Die Gruppe veröffentlichte geleakte Monats-Aufstellungen über Rentenzahlungen, Ausgabenpläne staatlicher Einrichtungen und Ausgaben für Kulturveranstaltungen in den "Volksrepubliken" sowie einen angeblichen Plan für die Teilung der Ukraine in drei Teile (Neurussland, Kleinrussland, Galizien), der dem Putin-Berater Surkow angeblich von Denis Puschilin, dem Vorsitzenden des Rates der Volksrepublik Donezk, zugeschickt worden war. Auch ein angeblicher Plan zur "Destabilisierung der Ukraine" unter dem Code-Namen "Schatun" wurde von den ukrainischen Hackern veröffentlicht. Der Leiter der Verwaltung des ukrainischen Geheimdienstes, Aleksandr Tkatschuk, und die Berater des ukrainischen Innenministers, Anton Geraschenko und Sorjan Schkirjak, erklärten, die veröffentlichten Dokumente seien echt. Die ukrainischen Spitzenbeamten sagten aber nicht, womit sie die Echtheit feststellen lasse.
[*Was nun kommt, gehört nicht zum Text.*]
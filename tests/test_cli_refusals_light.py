"""Refused arguments are answered before numpy and the models are imported.

The command line promises that ``--help`` and a refused argument come back at once
(importing numpy, scipy, matplotlib and the models costs most of a second).  These runs
check what is imported, not how long it takes: the refusals run the console-script
entry point one after another in a fresh interpreter, which reports after each whether
numpy has been loaded, with the exit status and the message the full checks give (the
same fragments the other CLI tests assert).
"""

from __future__ import annotations

import json
import os
import subprocess
import sys
from pathlib import Path

import pytest

from keepclear.fields import arguments, limits

SCENARIOS = Path(__file__).resolve().parents[1] / "scenarios"
OPTIONS = str(SCENARIOS / "horn-bench-options.toml")
THRESHOLD = str(SCENARIOS / "desk-box-source.toml")
SCREENING = str(SCENARIOS / "isotropic-screening.toml")

#: Run the entry point once per argument list, in order, in one interpreter; after each
#: run report its exit status, its stderr and whether numpy has been imported so far.
_WRAPPER = """
import io, json, sys
from keepclear.fields.cli import main
reports = []
for args in json.loads(sys.argv[1]):
    sys.argv = ["keepclear", *args]
    sys.stderr = io.StringIO()
    try:
        main()
        code = 0
    except SystemExit as exc:
        code = exc.code
    reports.append({"code": code, "stderr": sys.stderr.getvalue(), "numpy": "numpy" in sys.modules})
sys.stdout.write("\\n" + json.dumps(reports))
"""


def _run_in_order(runs: list[list[str]], folder: Path) -> list[dict]:
    env = {**os.environ, "KEEPCLEAR_CACHE_DIR": str(folder / "cache")}
    done = subprocess.run(
        [sys.executable, "-c", _WRAPPER, json.dumps(runs)],
        capture_output=True,
        text=True,
        cwd=folder,
        env=env,
        timeout=300,
        check=False,
    )
    assert done.returncode == 0, done.stderr
    return json.loads(done.stdout.strip().splitlines()[-1])


REFUSALS = {
    "limit": (["keepout", OPTIONS, "--limit", "nope"], "--limit: unknown limit id 'nope'"),
    "limit-custom": (
        ["keepout", THRESHOLD, "--limit", "custom/router"],
        "(did you mean 'custom/router-spec'?)",
    ),
    "limit-readings": (
        ["readings", OPTIONS, "--csv", "r.csv", "--limit", "nope"],
        "unknown limit id 'nope'",
    ),
    "option": (["keepout", OPTIONS, "--option", "nosuch"], "--option: no option named 'nosuch'"),
    "option-probe": (["probe", OPTIONS, "--option", "nosuch"], "no option named 'nosuch'"),
    "rank-by": (["compare", OPTIONS, "--rank-by", "bogus"], "--rank-by: 'bogus' is not a ranking"),
    "rank-by-assess": (
        ["assess", OPTIONS, "--out", "o", "--rank-by", "place:nowhere"],
        "allowed: keepout, zone-area, place:operator at the control panel",
    ),
    "sweep": (["compare", OPTIONS, "--sweep", "foo"], "--sweep: 'foo' is not KEY=V1,V2,..."),
    "sweep-empty": (["compare", OPTIONS, "--sweep", "a=1,,2"], "has an empty value"),
    "sweep-no-entry": (
        ["compare", OPTIONS, "--sweep", "source.9.power_w=1,2"],
        "--sweep: 'source.9.power_w': no [[source]] is named or numbered '9'",
    ),
    "sweep-no-table": (
        ["assess", OPTIONS, "--out", "o", "--sweep", "cabinet.power_w=1,2"],
        "'cabinet.power_w' starts with 'cabinet', not a table a sweep can vary",
    ),
    "sweep-source-id-as-table": (
        ["compare", OPTIONS, "--sweep", "source2.power_w=1,2"],
        "'source2.power_w' starts with 'source2', not a table a sweep can vary (did you mean "
        "'source.2.power_w'?)",
    ),
    "sweep-no-enclosure": (
        ["compare", OPTIONS, "--sweep", "enclosure.wall_m=1"],
        "'enclosure.wall_m': the scenario has no [enclosure]",
    ),
    "at": (["probe", OPTIONS, "--at", "1,2"], "--at: expects three finite numbers X,Y,Z"),
    "through": (["map", OPTIONS, "--out", "o", "--through", "1,2,x"], "--through: expects"),
    "u-vector": (
        ["map", OPTIONS, "--out", "o", "--origin", "0,0,0", "--u", "1,0", "--v", "0,1,0"],
        "--u: expects three finite numbers X,Y,Z,",
    ),
    "pixels": (["map", OPTIONS, "--out", "o", "--pixels", "1"], "--pixels: must be at least 3"),
    "step": (["compare", OPTIONS, "--step-m", "-1"], "--step-m: must be a positive number"),
    "extent": (["assess", OPTIONS, "--out", "o", "--extent-m", "0"], "--extent-m: must be"),
    "height": (["compare", OPTIONS, "--height-m", "nan"], "--height-m: must be a finite height"),
    "toml-syntax": (["keepout", "broken.toml"], "broken.toml: is not valid TOML"),
    "missing-file": (["compare", "absent.toml"], "absent.toml: no such file"),
}


@pytest.fixture(scope="module")
def refusals(tmp_path_factory) -> dict[str, dict]:
    """Every refusal run in one fresh interpreter (one start-up instead of one each)."""
    folder = tmp_path_factory.mktemp("refusals")
    (folder / "broken.toml").write_text('name = "bench\n[[source]]\n', encoding="utf-8")
    reports = _run_in_order([args for args, _ in REFUSALS.values()], folder)
    return dict(zip(REFUSALS, reports, strict=True))


@pytest.mark.parametrize("case", list(REFUSALS))
def test_refusal_before_numpy(case: str, refusals: dict[str, dict]):
    args, fragment = REFUSALS[case]
    report = refusals[case]
    assert report["code"] == 2
    assert fragment in report["stderr"]
    assert report["stderr"].startswith("keepclear: ") and report["stderr"].count("\n") == 1
    assert not report["numpy"], f"numpy was imported by the time {args} was refused"


def test_valid_arguments_reach_the_models(tmp_path: Path):
    """The check of the wrapper itself: known names pass on to the full run, which loads numpy."""
    args = ["probe", SCREENING, "--limit", "icnirp-2020/occupational", "--at", "0.5,0,1.2"]
    refused, done = _run_in_order([[*args[:-1], "1,2,nan"], args], tmp_path)
    assert refused["code"] == 2 and not refused["numpy"]
    assert done["code"] == 0, done["stderr"]
    assert done["numpy"]


def test_light_limit_ids_are_the_tables_ids():
    """The ids read from the data files' id lines are the ids the full tables hold."""
    assert arguments.published_limit_ids() == limits.LIMIT_IDS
Über Surkow, der von 1999 bis 2011 stellvertretender Leiter der Präsidialverwaltung und von 2011 bis 2013 stellvertretender Ministerpräsident war, hatten die deutschen Medien lange nicht mehr berichtet. Das änderte sich plötzlich am 19. Oktober, als Surkow in Berlin bei den Verhandlungen im Normandie-Format mit am runden Tisch saß, direkt zwischen Wladimir Putin und Franz-Walter Steinmeier (Minute 1:16). Der Spiegel beschrieb das Auftauchen von Surkow in Berlin als große Überraschung. Für die Moskauer Medien war es das nicht. Denn es ist seit Langem bekannt, dass der Putin-Berater für die Kontakte zu den international nicht anerkannten Volksrepubliken Donezk und Lugansk zuständig ist.
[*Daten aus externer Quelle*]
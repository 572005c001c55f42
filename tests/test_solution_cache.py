"""NEC-2 solutions kept on disk between runs (antennas/moment.py ``_kept_solution``).

The reference is NEC-2 itself (PyPI ``PyNEC``, the nec2++ engine): a solution read back
from the store must be the engine's own, to the last bit, and a problem that differs in
any input must be solved, not read.
"""

from __future__ import annotations

import numpy as np
import pytest

from keepclear.antennas import moment

pytest.importorskip("PyNEC")

F_HZ = 2.45e9
LAM = moment.C_M_S / F_HZ


def _dipole(length_m: float = 0.48 * LAM) -> moment.WireStructure:
    """A centre-fed straight wire of 11 segments along z."""
    z = np.linspace(-0.5 * length_m, 0.5 * length_m, 12)
    starts = np.column_stack([np.zeros(11), np.zeros(11), z[:-1]])
    ends = np.column_stack([np.zeros(11), np.zeros(11), z[1:]])
    return moment.WireStructure.from_segments(starts, ends, np.full(11, 1e-3), 5)


@pytest.fixture
def store(monkeypatch, tmp_path):
    """An empty store, and no solution kept in the process."""
    monkeypatch.setenv(moment.CACHE_ENV, str(tmp_path))
    moment._solve_cached.cache_clear()
    yield tmp_path
    moment._solve_cached.cache_clear()


def _no_engine(*args: object) -> None:
    raise AssertionError("NEC-2 ran although the solution was kept")


def test_a_solution_is_kept_and_read_back_unchanged(store, monkeypatch):
    first = moment.solve_structure(_dipole(), F_HZ)
    assert len(list(store.glob("solve-*.npz"))) == 1
    moment._solve_cached.cache_clear()
    monkeypatch.setattr(moment, "_nec_run", _no_engine)
    again = moment.solve_structure(_dipole(), F_HZ)
    assert np.array_equal(again.centre_currents_a, first.centre_currents_a)
    assert again.input_impedance_ohm == first.input_impedance_ohm


def test_another_frequency_or_structure_is_solved_afresh(store):
    a = moment.solve_structure(_dipole(), F_HZ)
    b = moment.solve_structure(_dipole(), 1.1 * F_HZ)
    c = moment.solve_structure(_dipole(0.40 * LAM), F_HZ)
    assert len(list(store.glob("solve-*.npz"))) == 3
    assert not np.allclose(a.centre_currents_a, b.centre_currents_a)
    assert not np.allclose(a.centre_currents_a, c.centre_currents_a)


def test_an_unreadable_file_is_solved_again_and_replaced(store):
    first = moment.solve_structure(_dipole(), F_HZ)
    (path,) = store.glob("solve-*.npz")
    path.write_bytes(b"not a solution")
    moment._solve_cached.cache_clear()
    again = moment.solve_structure(_dipole(), F_HZ)
    assert np.array_equal(again.centre_currents_a, first.centre_currents_a)
    with np.load(path) as kept:
        assert np.array_equal(kept["currents"], first.centre_currents_a)


@pytest.mark.parametrize("value", ["off", ""])
def test_the_store_can_be_switched_off(monkeypatch, tmp_path, value):
    monkeypatch.setenv(moment.CACHE_ENV, value)
    assert moment.solution_cache_dir() is None
    moment._solve_cached.cache_clear()
    moment.solve_structure(_dipole(), F_HZ)
    moment._solve_cached.cache_clear()
    assert not list(tmp_path.iterdir())


def test_the_size_bound_holds_before_the_store(store, monkeypatch):
    moment.solve_structure(_dipole(), F_HZ)
    moment._solve_cached.cache_clear()
    monkeypatch.setattr(moment, "MAX_SEGMENTS", 5)
    with pytest.raises(moment.ModelInputError, match="more than 5"):
        moment.solve_structure(_dipole(), F_HZ)
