"""A scenario evaluated on a map's grid: fields, power densities and exposure quotients.

Samples where a model returns no finite field, and samples inside a source or on its
metal (:func:`keepclear.fields.scenario.inside_source_mask`: inside a guide, a horn, a
box, within 1 mm of a wire or a plate), count as over every limit: nobody stands there,
and a number there must not pass for a safe one.  The fields of a sample inside a
source are kept as computed; its quotients are raised to :data:`INSIDE_SOURCE_QUOTIENT`.
"""

from __future__ import annotations

import math
import warnings
from collections.abc import Callable, Sequence
from dataclasses import dataclass
from typing import Any

import numpy as np
from numpy.typing import NDArray

from keepclear.antennas.base import ETA0_OHM, ModelRangeWarning

from .. import limits as limits_mod
from ..field import evaluate
from ..scenario import Scenario
from .grids import Grid

#: Density given to a sample on a source singularity (far above any limit) [W m^-2].
SINGULAR_DENSITY_W_M2 = 1e12
#: Exposure quotient given, for every limit, to a sample inside a source or on its metal
#: (far above one, finite so that contours and colour scales stay defined) [1].
INSIDE_SOURCE_QUOTIENT = 1e9
ProgressCallback = Callable[[int, int], None]


def busy(progress: Callable[[str], Any] | None, label: str) -> Any:
    """A context for a stage without steps: the progress factory's indeterminate bar.

    ``progress(label)`` may return a callback with a ``busy()`` context manager (the
    command line's progress bars); otherwise nothing is shown.
    """
    import contextlib

    callback = progress(label) if progress is not None else None
    context = getattr(callback, "busy", None)
    return context() if context is not None else contextlib.nullcontext()


@dataclass(frozen=True)
class MapResult:
    """Time-averaged fields and exposure quotients on a grid.

    Arrays have the grid's shape (ny, nx); ``quotients`` is (L, ny, nx).

    Parameters
    ----------
    grid : Grid
    power_density_w_m2, peak_power_density_w_m2 : ndarray
        Time-averaged and while-radiating power density [W m^-2].
    e_v_m, h_a_m : ndarray
        Time-averaged RMS field strengths [V m^-1], [A m^-1].
    limits : tuple of LimitValue
        The limits, at the scenario frequency.
    quotients : ndarray
        Exposure quotient per limit [1]; at least :data:`INSIDE_SOURCE_QUOTIENT` where
        ``inside_source`` is set.
    inside_source : ndarray of bool, optional
        Samples inside a source or on its metal (shape (ny, nx)); none when omitted.
    """

    grid: Grid
    power_density_w_m2: NDArray[np.float64]
    peak_power_density_w_m2: NDArray[np.float64]
    e_v_m: NDArray[np.float64]
    h_a_m: NDArray[np.float64]
    limits: tuple[limits_mod.LimitValue, ...]
    quotients: NDArray[np.float64]
    inside_source: NDArray[np.bool_] | None = None

    @property
    def limit_ids(self) -> tuple[str, ...]:
        """The limit ids in the order of ``quotients``."""
        return tuple(v.id for v in self.limits)

    def quotient(self, limit_id: str) -> NDArray[np.float64]:
        """The quotient map of one limit [1]."""
        return self.quotients[self.limit_ids.index(limit_id)]


def limit_values(scenario: Scenario, limit_ids: Sequence[str]) -> tuple[limits_mod.LimitValue, ...]:
    """The limits at the scenario frequency (LimitError names an unknown id)."""
    return tuple(scenario.limit_value(i) for i in limit_ids)


def evaluate_map(
    scenario: Scenario,
    grid: Grid,
    limit_ids: Sequence[str] | None = None,
    progress: ProgressCallback | None = None,
) -> MapResult:
    """Evaluate a scenario on a grid.

    Parameters
    ----------
    scenario : Scenario
    grid : Grid
    limit_ids : sequence of str, optional
        Limits to compare with (default: the scenario's).
    progress : callable, optional
        Called as ``progress(done, total)`` in points.

    Returns
    -------
    MapResult
    """
    ids = list(scenario.limit_ids if limit_ids is None else limit_ids)
    values = limit_values(scenario, ids)
    points = grid.points_m()
    n = points.shape[0]
    _warn_undersampled(scenario, grid)
    chunk = max(4096, n // 50)
    parts = []
    for start in range(0, n, chunk):
        parts.append(evaluate(scenario, points[start : start + chunk]))
        if progress is not None:
            progress(min(n, start + chunk), n)

    def cat(name: str) -> NDArray[np.float64]:
        return np.concatenate([getattr(p, name) for p in parts]).reshape(grid.shape)

    s, e, h, peak = _singular_as_exceeding(
        cat("power_density_w_m2"), cat("e_v_m"), cat("h_a_m"), cat("peak_power_density_w_m2")
    )
    q = np.empty((len(values), *grid.shape))
    while_on = None
    for i, v in enumerate(values):
        if v.while_on:  # a device threshold: the fields while every source radiates
            if while_on is None:
                while_on = _while_on_fields(s, peak, cat("peak_e_v_m"), cat("peak_h_a_m"))
            q[i] = limits_mod.quotient(v, *while_on)
        else:
            q[i] = limits_mod.quotient(v, s, e, h)
    inside = scenario.inside_source(points).reshape(grid.shape)
    if inside.any():
        q[:, inside] = np.maximum(q[:, inside], INSIDE_SOURCE_QUOTIENT)
    return MapResult(grid, s, peak, e, h, values, q, inside)


def _while_on_fields(
    s: NDArray[np.float64], peak: NDArray[np.float64], peak_e: NDArray, peak_h: NDArray
) -> tuple[NDArray, NDArray, NDArray]:
    """Density, E and H while every source radiates, for the while-on limits.

    A sample counted as exceeding by :func:`_singular_as_exceeding` (its density set to
    :data:`SINGULAR_DENSITY_W_M2`) or without finite peak fields exceeds here too.
    """
    bad = s >= SINGULAR_DENSITY_W_M2
    bad |= ~(np.isfinite(peak_e) & np.isfinite(peak_h))
    peak_e = np.where(bad, math.sqrt(SINGULAR_DENSITY_W_M2 * ETA0_OHM), peak_e)
    peak_h = np.where(bad, math.sqrt(SINGULAR_DENSITY_W_M2 / ETA0_OHM), peak_h)
    return np.where(bad, SINGULAR_DENSITY_W_M2, peak), peak_e, peak_h


def _singular_as_exceeding(
    s: NDArray[np.float64], e: NDArray[np.float64], h: NDArray[np.float64], peak: NDArray
) -> tuple[NDArray, NDArray, NDArray, NDArray]:
    """Samples where a model returns no finite field (on a source) count as exceeding.

    They are set to :data:`SINGULAR_DENSITY_W_M2` (E and H of a plane wave of that
    density), far above every limit, and a warning says how many there are.
    """
    bad = ~(np.isfinite(s) & np.isfinite(e) & np.isfinite(h) & np.isfinite(peak))
    if not bad.any():
        return s, e, h, peak
    warnings.warn(
        f"{int(bad.sum())} map sample(s) fall on a source singularity (no finite field); "
        "they are counted as exceeding every limit",
        ModelRangeWarning,
        stacklevel=3,
    )
    s, e, h, peak = (np.where(bad, 0.0, x) for x in (s, e, h, peak))
    s[bad] = peak[bad] = SINGULAR_DENSITY_W_M2
    e[bad] = math.sqrt(SINGULAR_DENSITY_W_M2 * ETA0_OHM)
    h[bad] = math.sqrt(SINGULAR_DENSITY_W_M2 / ETA0_OHM)
    return s, e, h, peak


def _warn_undersampled(scenario: Scenario, grid: Grid) -> None:
    if scenario.reflections == "coherent" and scenario.reflectors:
        wavelength = scenario.wavelength_m
        if grid.step_m > wavelength / 8:
            warnings.warn(
                f"the map step {grid.step_m * 100:.1f} cm is coarser than lambda/8 = "
                f"{wavelength / 8 * 100:.1f} cm: the coherent standing-wave pattern is "
                "undersampled and its crests may be missed between samples; use a finer "
                '--step-m or reflections = "envelope"',
                ModelRangeWarning,
                stacklevel=2,
            )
Dmitri Peskow, der Sprecher des russischen Präsidenten, erklärte am 25. Oktober - unmittelbar nach der Veröffentlichung der ersten 2000 angeblichen Dokumente aus der Surkow-Sekretariat - , die Dokumente seien nicht echt. Mit einem Augenzwinkern meinte Peskow, die Hacker hätten "ganz schön geschuftet". Surkow nutze keine elektronische Post, auch nicht für den privaten Gebrauch. Im Übrigen sei der Umgang mit Staatsgeheimnissen sehr streng geregelt. Doch da Surkow ein "sehr talentierter Mensch" sei, versuche man ihm alles Mögliche "zuzuschreiben". Russische Medien wiesen darauf hin, dass viele Redewendungen und Zeichensetzungen in den veröffentlichten Dokumenten sich mit dem Russisch decken, welches in der Ukraine gesprochen wird, nicht aber mit dem Russisch, das in Russland gesprochen wird. Die angeblichen Dokumente wurden von der ukrainischen Hacker-Gruppe seit dem 23. Oktober in mehreren Schüben veröffentlicht zuletzt am 3. November. Vermutlich, um die Echtheit des erbeuteten Materials zu beweisen, veröffentlichen die ukrainischen Hacker auch Scans der Pässe von Wladislaw Surkow, seiner Ehefrau und seinen drei Kindern.